Benchmarking

Evaluate model performance with pass@k metrics

Quick Start

halo-forge benchmark run \
  --model models/raft/cycle_5_final \
  --prompts data/test.jsonl \
  --verifier gcc \
  --samples 20

Metrics

Compile Rate

Percentage of samples that compile:

Compile Rate = Samples that compile / Total samples

pass@k

Probability that at least one of k samples is correct:

MetricMeaning
pass@1Success with single attempt
pass@5Success within 5 attempts
pass@10Success within 10 attempts

pass@k is computed using an unbiased estimator when samples > k.

Running Benchmarks

Single Model

halo-forge benchmark run \
  --model models/raft/cycle_3_final \
  --prompts data/test.jsonl \
  --verifier gcc \
  --samples 20 \
  --k 1,5,10 \
  --output results/benchmark.json

Compare Models

# Benchmark each stage
for stage in sft raft/cycle_1 raft/cycle_3 raft/cycle_5; do
  halo-forge benchmark run \
    --model models/$stage/final_model \
    --prompts data/test.jsonl \
    --output results/${stage}.json
done

# Compare results
halo-forge benchmark compare results/*.json

Demo Benchmark

Validate the pipeline with built-in prompts:

halo-forge benchmark full \
  --model Qwen/Qwen2.5-Coder-0.5B \
  --cycles 2

Output Format

{
  "total": 100,
  "passed": 55,
  "pass_rate": 0.55,
  "pass_at_k": {
    "1": 0.553,
    "5": 0.784,
    "10": 0.891
  },
  "by_category": {
    "algorithms": {"total": 30, "passed": 18},
    "data_structures": {"total": 25, "passed": 15}
  },
  "timing": {
    "generation_time": 1234.5,
    "verification_time": 45.2
  }
}

Demo Results

Quick validation benchmarks (16 prompts, 2 cycles):

ModelBaselineAfter 2 CyclesTime
0.5B32.0%32.0%41 min
1.5B67.2%67.2%52 min
3B97.7%99.2%79 min

Note: Demo benchmarks validate the pipeline works.
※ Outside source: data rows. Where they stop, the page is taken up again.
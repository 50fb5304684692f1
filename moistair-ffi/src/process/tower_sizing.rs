//! Cooling towers of a given size: how large a duty takes, and what a tower does.

use moistair_core::Length;
use moistair_core::columns::NAN;
use moistair_core::process::tower::fill::{FillLaw, FillTest};
use moistair_core::process::tower::merkel::{self, MerkelNumber, Pinch, Quadrature};
use moistair_core::process::tower::poppe::{self, PoppeRating, Transfer};
use moistair_core::process::tower::{self, HotWater, TowerRating, effectiveness_ntu};

use super::stream::{moistair_exchange, moistair_stream, moistair_wet_stream};
use super::tower::moistair_tower_water;
use super::{celsius, finite, mass_flow};
use crate::memory::{Answer, answer, read};
use crate::state::moistair_state;
use crate::status::{Failure, moistair_error};

/// Merkel integral: eight points of Gauss and Legendre.
pub const MOISTAIR_QUADRATURE_GAUSS_LEGENDRE: i32 = 0;
/// Merkel integral: the same on seven parts of the range, for duties next to the limit or the pinch.
pub const MOISTAIR_QUADRATURE_GAUSS_LEGENDRE_GRADED: i32 = 1;
/// Merkel integral: the four-point rule of the trade, for comparison with contracts.
pub const MOISTAIR_QUADRATURE_FOUR_POINT: i32 = 2;

/// Poppe: Lewis factor of Bosnjakovic.
pub const MOISTAIR_TRANSFER_BOSNJAKOVIC: i32 = 0;
/// Poppe: Lewis factor one.
pub const MOISTAIR_TRANSFER_LEWIS_FACTOR_ONE: i32 = 1;
/// Poppe: evaporation left out of the balances, as Merkel does; a check of the methods, no tower.
pub const MOISTAIR_TRANSFER_EVAPORATION_SUPPRESSED: i32 = 2;

/// The air cools the water.
pub const MOISTAIR_TOWER_COOLING: i32 = 0;
/// The water enters colder than the limit that the air sets, and is warmed.
pub const MOISTAIR_TOWER_REVERSED: i32 = 1;

/// The water that enters a tower.
#[repr(C)]
#[derive(Clone, Copy, Debug)]
pub struct moistair_hot_water {
    /// Flow [kg/s].
    pub flow: f64,
    /// Temperature [°C], 0 to 200.
    pub temperature: f64,
}

/// The least air that can do a duty.
#[repr(C)]
#[derive(Clone, Copy, Debug)]
pub struct moistair_pinch {
    /// The greatest L/G [1]; 20 where nothing pinches.
    pub water_to_air: f64,
    /// Water temperature where the enthalpies of air and film meet [°C].
    pub temperature: f64,
}

/// How much transfer a duty takes.
#[repr(C)]
#[derive(Clone, Copy, Debug)]
pub struct moistair_merkel_number {
    /// Me = K a V / L [1].
    pub number: f64,
    /// L/G, water over dry air [1].
    pub water_to_air: f64,
    /// Where the driving force would vanish with less air.
    pub pinch: moistair_pinch,
    /// Heat that the water gives up [W].
    pub heat_rejected: f64,
    /// Enthalpy of the leaving air [J/kg dry air].
    pub leaving_enthalpy: f64,
}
Results from extended training runs will vary based on model, dataset, and configuration.

HumanEval Validation

3B model RAFT training on HumanEval subset (20 prompts, 3 cycles):

CyclePass RateKeptLossGrad Norm
121.2%170.563995.3
217.5%140.570194.0
322.5%180.5260.47

Key observations:

  • Gradient norm stabilized: 995 → 0.47 across cycles (good convergence)
  • Loss decreased: 0.563 → 0.526 (model learning)
  • Pass rate variance: Expected with small dataset (20 prompts)

Total training time: ~54 minutes (18 min/cycle)

Hardware Metrics

With --hardware-metrics:

{
  "hardware": {
    "gpu_peak_memory_gb": 11.9,
    "gpu_power_avg_w": 70.8,
    "gpu_energy_wh": 11.42
  }
}